Presentation on theme: "Chapter Three General Partnerships. A voluntary association of two or more persons who agree to carry on business together for profit."— Presentation transcript:
Chapter Three General Partnerships
A voluntary association of two or more persons who agree to carry on business together for profit.
Unlimited Personal Liability Liability for business debt, which extends beyond what is invested in a business to an individual’s personal assets
Law Governing Partnerships UPA: Uniform Partnership Act, model for partnership legislation in about one-fourth of the states RUPA: Revised Uniform Partnership Act, model for partnership legislation in about three-fourths of the states
Partnerships by Categories (2008) Arts, Entertainment and Recreation2% Health Care and Social Assistance2% Agricultural, Forestry, Fishing, and Hunting5% Accommodation and Food Services4% Retail Trade5% Construction6% Financing and Insurance11% Admin/Support/Waste Management/ Remediation Services 2% Professional, Scientific, and Technical Services6% Real Estate/Rental/Leasing46% Other11%
Advantages of General Partnerships Ease of formation Flexible management Ease of raising capital Pass-Through Taxation
Disadvantages of General Partnerships Unlimited personal liability Lack of continuity Difficulty in transferring partnership interest
Partnership Agreement Name of the partnership Names and addresses of the partners Recitals Purpose Address Term Financial provisions Profits and losses Management and control Admission of new partners and withdrawal of partners Dissolution Miscellaneous provisions Signature and dates
UPA Approach to Dissolution Under the UPA, dissolution of the partnership triggers a winding up, namely, a wrapping up of the business affairs of a partnership. A variety of events can cause a dissolution, including the following: the ending of the term of a partnership; the withdrawal at will of any partner (if there is no definite term or purpose of the partnership); unanimous agreement of all partners; and the death, expulsion, or bankruptcy of a partner.

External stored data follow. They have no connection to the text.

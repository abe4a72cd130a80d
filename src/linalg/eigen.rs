//! The leading eigenpairs of a large symmetric matrix.

use faer::dyn_stack::{MemBuffer, MemStack};
use faer::matrix_free::eigen::{
    partial_eigen_scratch, partial_self_adjoint_eigen, PartialEigenParams,
};
use faer::{Col, Mat, MatRef, Par, Side};
use ndarray::{Array1, Array2, ArrayView2};

/// Up to this size a full decomposition is as fast as a partial one.
const FULL_UP_TO: usize = 150;
/// A partial solution is believed where no pair misses by more than this share of the spectrum.
const RESIDUAL: f64 = 1e-10;
/// Tolerance asked of the iteration, in the spectrum's units.
const TOLERANCE: f64 = 1e-12;

/// The `count` algebraically largest eigenvalues of a symmetric matrix with spectrum in [-1, 1], in
/// decreasing order, and their unit eigenvectors, one a column `(n, count)`.
///
/// Runs on one thread: the same matrix gives the same bits whatever else is running.
#[must_use]
pub fn largest_eigenpairs(matrix: Array2<f64>, count: usize) -> (Array1<f64>, Array2<f64>) {
    // Symmetric: turned over, it is the same matrix in the other order of storage.
    let mut matrix = if matrix.is_standard_layout() {
        matrix
    } else {
        matrix.reversed_axes().as_standard_layout().into_owned()
    };
    let n = matrix.nrows();
    let count = count.min(n);
    if count == 0 {
        return (Array1::zeros(0), Array2::zeros((n, 0)));
    }
    if n > FULL_UP_TO && 4 * count < n {
        if let Some(found) = partial(&mut matrix, count) {
            return found;
        }
    }
    full(matrix.view(), count)
}

/// Iterative solution; `None` where it did not converge. The matrix is left as it was but for
/// rounding on its diagonal.
fn partial(matrix: &mut Array2<f64>, count: usize) -> Option<(Array1<f64>, Array2<f64>)> {
    let n = matrix.nrows();
    // The solver picks by magnitude. Moving the spectrum to [0, 2] makes that the algebraic order.
    matrix.diag_mut().mapv_inplace(|x| x + 1.0);
    let solved = {
        let view = as_faer(matrix.view());
        // A fixed vector without structure of its own, so that it is orthogonal to no eigenvector.
        let start = Col::from_fn(n, |i| {
            ((i as f64 + 1.0) * 0.618_033_988_749_895).fract() - 0.3
        });
        let start = &start * faer::Scale(1.0 / start.norm_l2());
        let mut vectors = Mat::zeros(n, count);
        let mut values = vec![0.0; count];
        let params = PartialEigenParams::default();
        let mut memory = MemBuffer::new(partial_eigen_scratch(&view, count, Par::Seq, params));
        let info = partial_self_adjoint_eigen(
            vectors.as_mut(),
            &mut values,
            &view,
            start.as_ref(),
            TOLERANCE,
            Par::Seq,
            MemStack::new(&mut memory),
            params,
        );
        let residual = (0..count)
            .map(|k| {
                let v = vectors.col(k);
                (view * v - v * faer::Scale(values[k])).norm_l2()
            })
            .fold(0.0, f64::max);
        (info.n_converged_eigen >= count && residual <= RESIDUAL).then(|| {
            (
                Array1::from_iter(values.iter().map(|x| x - 1.0)),
                Array2::from_shape_fn((n, count), |(i, k)| vectors[(i, k)]),
            )
        })
    };
    matrix.diag_mut().mapv_inplace(|x| x - 1.0);
    solved
}

fn full(matrix: ArrayView2<'_, f64>, count: usize) -> (Array1<f64>, Array2<f64>) {
    let n = matrix.nrows();
    let eigen = as_faer(matrix)
        .self_adjoint_eigen(Side::Lower)
        .expect("a finite symmetric matrix has eigenvalues");
    let (values, vectors) = (eigen.S(), eigen.U());
    // faer sorts in increasing order.
    (
        Array1::from_shape_fn(count, |k| values.column_vector()[n - 1 - k]),
        Array2::from_shape_fn((n, count), |(i, k)| vectors[(i, n - 1 - k)]),
    )
}

fn as_faer<'m>(matrix: ArrayView2<'m, f64>) -> MatRef<'m, f64> {
    let (n, m) = matrix.dim();
    MatRef::from_row_major_slice(
        matrix
            .to_slice()
            .expect("brought to standard layout at the start"),
        n,
        m,
    )
}
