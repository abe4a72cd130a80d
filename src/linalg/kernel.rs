//! The inner loops of ranking, compiled for the widest vectors the processor has.
//!
//! Vector width changes the speed and no bit: every sum runs in the same order, without fused
//! multiply-add.

use pulp::{Arch, Simd, WithSimd};

/// Columns treated together, enough to fill the registers of any processor.
const LANES: usize = 16;

/// Squared distances from one point to many: `point` has one coordinate an axis, `others` holds axis
/// after axis the coordinates of `out.len()` points, `norms` their squared lengths.
///
/// Computed as |x|^2 + |y|^2 - 2 x y, which spares a third of the work and loses digits only where a
/// distance is tiny beside the lengths; one that should be zero may come out a little below.
pub fn squared_distances(point: &[f64], others: &[f64], norms: &[f64], out: &mut [f64]) {
    Arch::new().dispatch(SquaredDistances {
        point,
        others,
        norms,
        out,
    });
}

/// Index of the least entry, the first of equals; `None` where no entry is below infinity.
#[must_use]
pub fn first_least(values: &[f64]) -> Option<usize> {
    Arch::new().dispatch(FirstLeast { values })
}

/// Keeps for every column the least value so far and the row that had it first.
pub fn keep_least(row: u64, values: &[f64], least: &mut [f64], rows: &mut [u64]) {
    Arch::new().dispatch(KeepLeast {
        row,
        values,
        least,
        rows,
    });
}

/// How many values are below a bound, and how many are not above it.
#[must_use]
pub fn count_below(values: &[f64], bound: f64) -> (usize, usize) {
    Arch::new().dispatch(CountBelow { values, bound })
}

/// The least of `values[i] - others[i]` and the first index that has it; infinity and 0 where there
/// are no values.
#[must_use]
pub fn least_difference(values: &[f64], others: &[f64]) -> (f64, usize) {
    Arch::new().dispatch(LeastDifference { values, others })
}

struct LeastDifference<'s> {
    values: &'s [f64],
    others: &'s [f64],
}

impl WithSimd for LeastDifference<'_> {
    type Output = (f64, usize);

    #[inline(always)]
    fn with_simd<S: Simd>(self, _simd: S) -> (f64, usize) {
        let LeastDifference { values, others } = self;
        let others = &others[..values.len()];
        let mut least = [f64::INFINITY; LANES];
        let chunks = values.chunks_exact(LANES).zip(others.chunks_exact(LANES));
        for (values, others) in chunks {
            for lane in 0..LANES {
                let difference = values[lane] - others[lane];
                least[lane] = if difference < least[lane] {
                    difference
                } else {
                    least[lane]
                };
            }
        }
        let whole = values.len() - values.len() % LANES;
        let rest = (whole..values.len()).map(|at| values[at] - others[at]);
        let least = least
            .into_iter()
            .chain(rest)
            .fold(f64::INFINITY, |least, x| if x < least { x } else { least });
        // Subtracting again gives the same bits, so the value can be looked for.
        let at = (0..values.len()).find(|&at| values[at] - others[at] == least);
        (least, at.unwrap_or(0))
    }
}

struct SquaredDistances<'s> {
    point: &'s [f64],
    others: &'s [f64],
    norms: &'s [f64],
    out: &'s mut [f64],
}

impl WithSimd for SquaredDistances<'_> {
    type Output = ();

    // Inlined into a function compiled for wider vectors: that is what widens the loops.
    #[inline(always)]
    fn with_simd<S: Simd>(self, _simd: S) {
        let SquaredDistances {
            point,
            others,
            norms,
            out,
        } = self;
        let count = out.len();
        let own: f64 = point.iter().map(|x| x * x).sum();
        let whole = count - count % LANES;
        for first in (0..whole).step_by(LANES) {
            let norms = &norms[first..][..LANES];
            let mut sums = [own; LANES];
            for lane in 0..LANES {
                sums[lane] += norms[lane];
            }
            for (axis, &x) in point.iter().enumerate() {
                let twice = -2.0 * x;
                let others = &others[axis * count + first..][..LANES];
                for lane in 0..LANES {
                    sums[lane] += twice * others[lane];
                }
            }
            out[first..first + LANES].copy_from_slice(&sums);
        }
        for j in whole..count {
            let mut sum = own + norms[j];
            for (axis, &x) in point.iter().enumerate() {
                sum += -2.0 * x * others[axis * count + j];
            }
            out[j] = sum;
        }
    }
}

struct FirstLeast<'s> {
    values: &'s [f64],
}

impl WithSimd for FirstLeast<'_> {
    type Output = Option<usize>;

    #[inline(always)]
    fn with_simd<S: Simd>(self, _simd: S) -> Option<usize> {
        let whole = self.values.len() - self.values.len() % LANES;
        let mut least = [f64::INFINITY; LANES];
        // Chunk numbers are kept as floats: one mask then serves values and numbers alike.
        let mut chunk_of = [0.0; LANES];
        for (chunk, values) in self.values.chunks_exact(LANES).enumerate() {
            let chunk = chunk as f64;
            for lane in 0..LANES {
                let better = values[lane] < least[lane];
                least[lane] = if better { values[lane] } else { least[lane] };
                chunk_of[lane] = if better { chunk } else { chunk_of[lane] };
            }
        }
        let mut first = (f64::INFINITY, usize::MAX);
        let lanes = (0..LANES).map(|lane| (least[lane], chunk_of[lane] as usize * LANES + lane));
        let rest = (whole..self.values.len()).map(|at| (self.values[at], at));
        for (value, at) in lanes.chain(rest) {
            if value < first.0 || (value == first.0 && at < first.1) {
                first = (value, at);
            }
        }
        (first.0 < f64::INFINITY).then_some(first.1)
    }
}

struct KeepLeast<'s> {
    row: u64,
    values: &'s [f64],
    least: &'s mut [f64],
    rows: &'s mut [u64],
}

impl WithSimd for KeepLeast<'_> {
    type Output = ();

    #[inline(always)]
    fn with_simd<S: Simd>(self, _simd: S) {
        let KeepLeast {
            row,
            values,
            least,
            rows,
        } = self;
        let chunks = values
            .chunks(LANES)
            .zip(least.chunks_mut(LANES))
            .zip(rows.chunks_mut(LANES));
        for ((values, least), rows) in chunks {
            // Whole chunks are worked on in copies: writing in place would mask every store.
            if let (Ok(values), Ok(now), Ok(kept)) = (
                <[f64; LANES]>::try_from(values),
                <[f64; LANES]>::try_from(&*least),
                <[u64; LANES]>::try_from(&*rows),
            ) {
                let (mut now, mut kept) = (now, kept);
                for lane in 0..LANES {
                    let better = values[lane] < now[lane];
                    now[lane] = if better { values[lane] } else { now[lane] };
                    kept[lane] = if better { row } else { kept[lane] };
                }
                least.copy_from_slice(&now);
                rows.copy_from_slice(&kept);
            } else {
                for ((value, least), kept) in values.iter().zip(least).zip(rows) {
                    if value < least {
                        *least = *value;
                        *kept = row;
                    }
                }
            }
        }
    }
}

struct CountBelow<'s> {
    values: &'s [f64],
    bound: f64,
}

impl WithSimd for CountBelow<'_> {
    type Output = (usize, usize);

    #[inline(always)]
    fn with_simd<S: Simd>(self, _simd: S) -> (usize, usize) {
        let (mut below, mut up_to) = (0_u64, 0_u64);
        for &value in self.values {
            below += u64::from(value < self.bound);
            up_to += u64::from(value <= self.bound);
        }
        (below as usize, up_to as usize)
    }
}

#[cfg(test)]
mod tests {
    use super::*;

    #[test]
    fn vectors_give_the_plain_loop_to_the_bit() {
        for count in [1, 7, 16, 33, 100] {
            let axes = 5;
            let wave = |i: usize| (i as f64 * 1.37).sin() * 10.0;
            let point: Vec<f64> = (0..axes).map(wave).collect();
            let others: Vec<f64> = (0..axes * count).map(|i| wave(i + 3)).collect();
            let mut out = vec![f64::NAN; count];
            let norms: Vec<f64> = (0..count)
                .map(|j| (0..axes).map(|k| others[k * count + j].powi(2)).sum())
                .collect();
            squared_distances(&point, &others, &norms, &mut out);
            let own: f64 = point.iter().map(|x| x * x).sum();
            for (j, found) in out.iter().enumerate() {
                let mut sum = own + norms[j];
                let mut plain = 0.0;
                for (axis, x) in point.iter().enumerate() {
                    sum += -2.0 * x * others[axis * count + j];
                    plain += (x - others[axis * count + j]).powi(2);
                }
                assert_eq!(*found, sum);
                assert!((found - plain).abs() < 1e-12 * (own + norms[j]));
            }
            let plain = (0..count).min_by(|&i, &j| out[i].total_cmp(&out[j]));
            assert_eq!(first_least(&out), plain);
            let bound = out[count / 2];
            assert_eq!(
                count_below(&out, bound),
                (
                    out.iter().filter(|x| **x < bound).count(),
                    out.iter().filter(|x| **x <= bound).count()
                )
            );
        }
    }

    #[test]
    fn the_least_difference_is_that_of_the_plain_loop() {
        for count in [1, 15, 16, 50] {
            let wave = |i: usize| (i as f64 * 2.1).sin();
            let values: Vec<f64> = (0..count).map(wave).collect();
            let others: Vec<f64> = (0..count).map(|i| wave(3 * i + 1)).collect();
            let plain = (0..count)
                .map(|i| (values[i] - others[i], i))
                .min_by(|x, y| x.0.total_cmp(&y.0));
            assert_eq!(Some(least_difference(&values, &others)), plain);
        }
        assert_eq!(least_difference(&[2.0, 1.0, 1.0], &[0.0; 3]), (1.0, 1));
    }

    #[test]
    fn the_first_of_equals_is_kept() {
        assert_eq!(first_least(&[2.0, 1.0, 1.0]), Some(1));
        assert_eq!(first_least(&[f64::INFINITY]), None);
        let (mut least, mut rows) = (vec![f64::INFINITY; 2], vec![0; 2]);
        keep_least(1, &[3.0, 2.0], &mut least, &mut rows);
        keep_least(2, &[3.0, 1.0], &mut least, &mut rows);
        assert_eq!((least, rows), (vec![3.0, 1.0], vec![1, 2]));
    }
}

RUPA Approach To ameliorate the harsh effects of the UPA approach requiring a dissolution and winding up of a partnership every time a partner leaves the enterprise, the RUPA provides that in almost all cases, a partnership may buy out the interest of a partner who leaves the partnership (such departure being referred to as a dissociation), and the partnership will continue its business.
Dissociation A withdrawal of a partner from a partnership; does not necessarily cause a dissolution or termination of partnership Wrongful dissociation: a dissociation caused by a breach of partnership agreement
Key Features of General Partnerships Slide 1 of 2 Partnerships are formed by agreement, either oral or written. All partners share rights to manage the partnership. Partners share profits and losses according to their agreement; if no agreement, profits and losses are shared equally, regardless of capital contribution. Partners have unlimited personal liability for partnership obligations. Liability is joint and several, meaning that each partner is completely liable for any debt.
Key Features of General Partnerships Slide 2 of 2 Partnerships are easily and inexpensively formed. Partners owe each other fiduciary duties. Under the UPA, nearly any withdrawal by a partner causes a dissolution of the partnership. Under the RUPA, withdrawal of a partner may not necessarily cause a dissolution and winding up of the partnership; in many instances the dissociating partner is bought out. Partnerships file information tax returns but do not pay federal taxes; all income, whether distributed or not, is passed through to the partners who pay tax at their appropriate individual rates.